"Admissions. Admission. Aren't there two sides to the word? And two opposing sides...It's what we let in, but it's also what we let out."
For years, 38-year-old Portia Nathan has avoided the past, hiding behind her busy (and sometimes punishing) career as a Princeton University admissions officer and her dependable domestic life. Her reluctance to confront the truth is suddenly overwhelmed by the resurfacing of a life-altering decision, and Portia is faced with an extraordinary test. Just as thousands of the nation's brightest students await her decision regarding their academic admission, so too must Portia decide whether to make her own ultimate admission.
Admission is at once a fascinating look at the complex college admissions process and an emotional examination of what happens when the secrets of the past return and shake a woman's life to its core.
Critics hailed Korelitz’s ability to put a human face on what many consider to be a merciless process. Compassionate, vulnerable, and surprisingly likable, protagonist Portia Nathan struck a chord with critics, who described her as “wonderfully complex” (Los Angeles Times) and “utterly real” (Entertainment Weekly). Korelitz, a Dartmouth graduate and former Princeton admissions reader, offers a fascinating, behind-the-scenes look at the college admission process. Critics were split, however, on whether parents with teens should seek out this title. On the one hand, Admission is a helpful guide for parents and students interested in learning about admission etiquette. On the other, the novel may strike terror in the hearts of parents with Ivy League hopes and bright, but unexceptional, children. Copyright 2009 Bookmarks Publishing LLC --This text refers to an out of print or unavailable edition of this title.
About the Author
Jean Hanff Korelitz was born and raised in New York and graduated from Dartmouth College and Clare College, Cambridge.

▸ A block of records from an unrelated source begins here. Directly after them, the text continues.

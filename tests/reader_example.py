"""A receiver of the network file: json and numpy alone solve its steady state and compare."""

import json
import sys
from pathlib import Path

import numpy as np


def largest_difference(path: str) -> float:
    """Return the largest relative difference between what the file says and what follows from it."""
    net = json.loads(Path(path).read_text(encoding="utf-8"))
    nodes, segments, stations, check = (net[key] for key in ("nodes", "segments", "stations", "steady_check"))
    if "companion" in stations:
        stations = {**stations, **np.load(Path(path).parent / stations["companion"]["file"])}
    last = np.asarray(stations["distance"])[np.array(stations["offsets"][1:]) - 1]
    resistance, n = np.array(segments["lumped"]["resistance"]), len(nodes["id"])
    weight = net["blood"]["density"] * np.linalg.norm(net["conventions"]["gravity"]) * np.array(nodes["height"])
    drop = np.eye(n)[segments["from_node"]] - np.eye(n)[segments["to_node"]]  # head at the start less head at the end
    unit, ends = np.median(resistance), net["inlets"] + net["outlets"]
    matrix, right = np.zeros((n + len(ends), n + len(ends))), np.zeros(n + len(ends))
    matrix[:n, :n] = drop.T @ (drop * (unit / resistance)[:, None])  # what leaves through segments enters at ends
    for i, end in enumerate(ends, start=n):  # unknowns: pressure + weight at nodes, then unit * flow inwards at ends
        matrix[end["node"], i] = -1.0
        if end.get("mean_flow") is not None:
            matrix[i, i], right[i] = 1.0, end["mean_flow"] * unit
        else:  # an outlet's resistance lies between its node and the far pressure
            behind = (end.get("characteristic_resistance") or 0.0) + (end.get("peripheral_resistance") or 0.0)
            matrix[i, end["node"]], matrix[i, i] = 1.0, behind / unit
            right[i] = end.get("pressure", end.get("far_pressure")) + weight[end["node"]]
    head, inwards = np.split(np.linalg.lstsq(matrix, right, rcond=None)[0], [n])
    ours = [last, head - weight, drop @ head / resistance, inwards / unit]
    said = [segments["length"], check["pressure"], check["flow"]]
    said.append(np.concatenate([check["inlet_flow"], np.negative(check["outlet_flow"])]))
    return max(float(np.max(np.abs(a - b)) / np.max(np.abs(b))) for a, b in zip(ours, said, strict=True))


if __name__ == "__main__":
    print(f"largest relative difference {largest_difference(sys.argv[1]):.1e}")
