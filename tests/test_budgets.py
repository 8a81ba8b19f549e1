"""Small enough to hold in the head: lengths of files and functions, parameters, docstrings."""

import ast
from pathlib import Path

import pytest

PACKAGE = Path(__file__).parent.parent / "geomprep"
MODULES = sorted(PACKAGE.rglob("*.py"))
FILE_LINES, FUNCTION_LINES, PARAMETERS = 400, 60, 7


def functions(tree: ast.AST) -> list[ast.FunctionDef]:
    return [node for node in ast.walk(tree) if isinstance(node, ast.FunctionDef)]


@pytest.mark.parametrize("path", MODULES, ids=lambda path: str(path.relative_to(PACKAGE)))
def test_sizes(path: Path) -> None:
    text = path.read_text(encoding="utf-8")
    assert text.count("\n") < FILE_LINES
    for function in functions(ast.parse(text)):
        docstring = ast.get_docstring(function, clean=False) or ""
        length = function.end_lineno - function.lineno + 1 - docstring.count("\n")
        assert length <= FUNCTION_LINES, f"{function.name} has {length} lines"
        arguments = function.args
        assert len(arguments.posonlyargs + arguments.args + arguments.kwonlyargs) <= PARAMETERS, function.name


@pytest.mark.parametrize("path", MODULES, ids=lambda path: str(path.relative_to(PACKAGE)))
def test_everything_public_is_described(path: Path) -> None:
    tree = ast.parse(path.read_text(encoding="utf-8"))
    assert ast.get_docstring(tree), f"{path.name} has no docstring"
    holders = [tree, *(node for node in ast.walk(tree) if isinstance(node, ast.ClassDef))]
    for node in (inner for holder in holders for inner in holder.body):
        if isinstance(node, ast.FunctionDef | ast.ClassDef) and not node.name.startswith("__"):
            assert ast.get_docstring(node), f"{node.name} has no docstring"
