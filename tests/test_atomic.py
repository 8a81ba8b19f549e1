"""A target holds the old content or the new, never a part."""

import errno
import os
import stat
import subprocess
import sys
from pathlib import Path

import pytest

from geomprep.atomic import atomic_writer, write_atomic
from geomprep.errors import InputError


def test_new_content_takes_the_place_of_the_old(tmp_path: Path) -> None:
    target = tmp_path / "network.json"
    write_atomic(target, b"old")
    write_atomic(target, b"new")
    assert target.read_bytes() == b"new"
    assert [path.name for path in tmp_path.iterdir()] == ["network.json"]


def test_a_fault_while_writing_leaves_the_old_content_and_no_litter(tmp_path: Path) -> None:
    target = tmp_path / "network.json"
    target.write_bytes(b"old")
    with pytest.raises(ZeroDivisionError), atomic_writer(target) as stream:
        stream.write(b"half of the n")
        raise ZeroDivisionError
    assert target.read_bytes() == b"old"
    assert [path.name for path in tmp_path.iterdir()] == ["network.json"]


def test_a_killed_process_leaves_the_old_content(tmp_path: Path) -> None:
    target = tmp_path / "network.json"
    target.write_bytes(b"old")
    program = (
        "import sys, time\nfrom geomprep.atomic import atomic_writer\n"
        "with atomic_writer(sys.argv[1]) as stream:\n"
        "    stream.write(b'x' * 10**6); stream.flush(); print('writing', flush=True); time.sleep(60)\n"
    )
    with subprocess.Popen([sys.executable, "-c", program, str(target)], stdout=subprocess.PIPE) as process:
        assert process.stdout is not None
        assert process.stdout.readline() == b"writing\n"
        process.kill()
    assert target.read_bytes() == b"old"


def test_full_disk_is_one_line(tmp_path: Path, monkeypatch: pytest.MonkeyPatch) -> None:
    def full(handle: int) -> None:
        raise OSError(errno.ENOSPC, os.strerror(errno.ENOSPC))

    monkeypatch.setattr(os, "fsync", full)
    target = tmp_path / "network.json"
    target.write_bytes(b"old")
    with pytest.raises(InputError, match=r"^.*network.json: cannot be written: No space left on device; .*room$"):
        write_atomic(target, b"new")
    assert target.read_bytes() == b"old"
    assert len(list(tmp_path.iterdir())) == 1


def test_missing_folder_and_folder_as_target_are_one_line(tmp_path: Path) -> None:
    for target in (tmp_path / "missing" / "x.json", tmp_path):
        with pytest.raises(InputError, match="cannot be written") as caught:
            write_atomic(target, b"new")
        assert "\n" not in str(caught.value)
    assert list(tmp_path.iterdir()) == []


def test_rights_are_those_of_a_new_file(tmp_path: Path) -> None:
    (tmp_path / "plain").write_bytes(b"")
    write_atomic(tmp_path / "atomic", b"")
    modes = {stat.S_IMODE((tmp_path / name).stat().st_mode) for name in ("plain", "atomic")}
    assert len(modes) == 1
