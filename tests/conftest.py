"""Makers shared by the tests: small graphs and networks by hand."""

from collections.abc import Callable

import numpy as np
import numpy.typing as npt
import pytest

from geomprep.model import PointGraph

GraphMaker = Callable[..., PointGraph]


@pytest.fixture(scope="session")
def make_graph() -> GraphMaker:
    """Return a maker of point graphs whose raw points are the points themselves."""

    def make(
        points: npt.ArrayLike,
        edges: npt.ArrayLike,
        radius: npt.ArrayLike | float = 1.0,
        vessel_class: int = 1,
        own: list[tuple[int, int, float]] | None = None,
    ) -> PointGraph:
        points = np.asarray(points, dtype=float)
        n = len(points)
        rows = own or []
        return PointGraph(
            points=points,
            radius=np.broadcast_to(np.asarray(radius, dtype=float), n).copy(),
            radius_basis=np.zeros(n),
            vessel_class=np.full(n, vessel_class),
            input_id=np.zeros(n),
            protected=np.zeros(n, bool),
            source_point=np.arange(n),
            edges=np.asarray(edges).reshape(-1, 2),
            edge_basis=np.zeros(len(np.asarray(edges).reshape(-1, 2))),
            merged_into=np.arange(n),
            raw_points=points,
            own_radius_edge=[row[0] for row in rows],
            own_radius_end=[row[1] for row in rows],
            own_radius=[row[2] for row in rows],
        )

    return make
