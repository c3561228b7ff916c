import { z } from 'zod'
import { common, expressionText, shortText } from './shared'

const points = z.number().int().min(2).max(10_000)

/** Outputs over a range of one given, or two. */
export const parametric = z.object({
  ...common,
  kind: z.literal('parametric'),
  vary: shortText.default(''),
  from: expressionText.default(''),
  to: expressionText.default(''),
  points: points.default(21),
  vary2: shortText.optional(),
  from2: expressionText.optional(),
  to2: expressionText.optional(),
  points2: points.optional(),
  outputs: z.array(expressionText).default([]),
})
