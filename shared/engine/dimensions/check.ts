/**
 * The dimension of an expression before any number is computed, with every rule of sums, powers, comparisons
 * and turns. What does not fit is a problem in words.
 */
import type { LooseProblem, Repair } from '../../errors/problem'
import type { Expression, ParsedExpression, UnitPhrase } from '../parse/expression'
import { isCaseMember } from '../parse/specialForms'
import { ambiguousDivision, mismatch, repairOf } from '../problems'
import { unitNamed } from '../units/registry'
import { countsTurns as unitCountsTurns, dimensionOfUnit, namesAngle } from '../units/unit'
import type { DimensionContext, DimensionResult } from './context'
import {
  dimension,
  dimensionless,
  isDimensionless,
  quotient,
  sameDimension,
  turns,
  type Dimension,
} from './dimension'
import { constantOf, countsTurns, holdsTwoPi, isProduct, tally, withTurns, type Factor } from './factors'
import { differenceInOffset, offsetInProduct, offsetUnitOf, sumOfTemperatures } from './temperature'
import {
  doubleTurn,
  handbookConstant,
  handbookFactor,
  turnsLeftOver,
  turnsMissing,
  type TurnCase,
} from './turns'
import { inWords } from './words'

export type { DimensionContext, DimensionResult } from './context'
export { ambiguousRate } from './rates'

/** The literal 0 has any dimension; a condition has none; undefined is not known or not right. */
type Sort = Dimension | 'any' | 'truth' | undefined

/** The unit asked for where an expression as a whole answers it. */
interface Wanted {
  dimension: Dimension
  unit: UnitPhrase
}

type Call = Extract<Expression, { type: 'call' }>
type Binary = Extract<Expression, { type: 'binary' }>

const perTime = dimension({ time: -1 })
const torque = dimension({ mass: 1, length: 2, time: -2 })
const massTimesLength = dimension({ mass: 1, length: 1 })

const isDimension = (sort: Sort): sort is Dimension => typeof sort === 'object'

/** The factor that would mend it, in words. */
const mending = (own: Dimension, wanted: Dimension): string => {
  if (isDimensionless(own)) return ' A bare number needs a unit there.'
  if (isDimensionless(wanted)) return ''
  const surplus = inWords(quotient(own, wanted))
  if (!surplus.startsWith('a quantity in')) return ` Divided by ${surplus}, it would be ${inWords(wanted)}.`
  const missing = inWords(quotient(wanted, own))
  return missing.startsWith('a quantity in') ? '' : ` Times ${missing}, it would be ${inWords(wanted)}.`
}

She is the author of one book of poems, THE PROPERTIES OF BREATH, and three previous novels, A JURY OF HER PEERS, THE SABBATHDAY RIVER and THE WHITE ROSE, as well as a novel for children, INTERFERENCE POWDER. She has also published essays in the anthologies MODERN LOVE and BECAUSE I SAID SO, and in the magazines VOGUE, REAL SIMPLE, MORE, NEWSWEEK, ORGANIC STYLE, TRAVEL AND LEISURE (FAMILY) and others. She lives in Princeton, NJ with her husband (Irish poet Paul Muldoon, poetry editor at The New Yorker and Princeton poetry professor) and two children.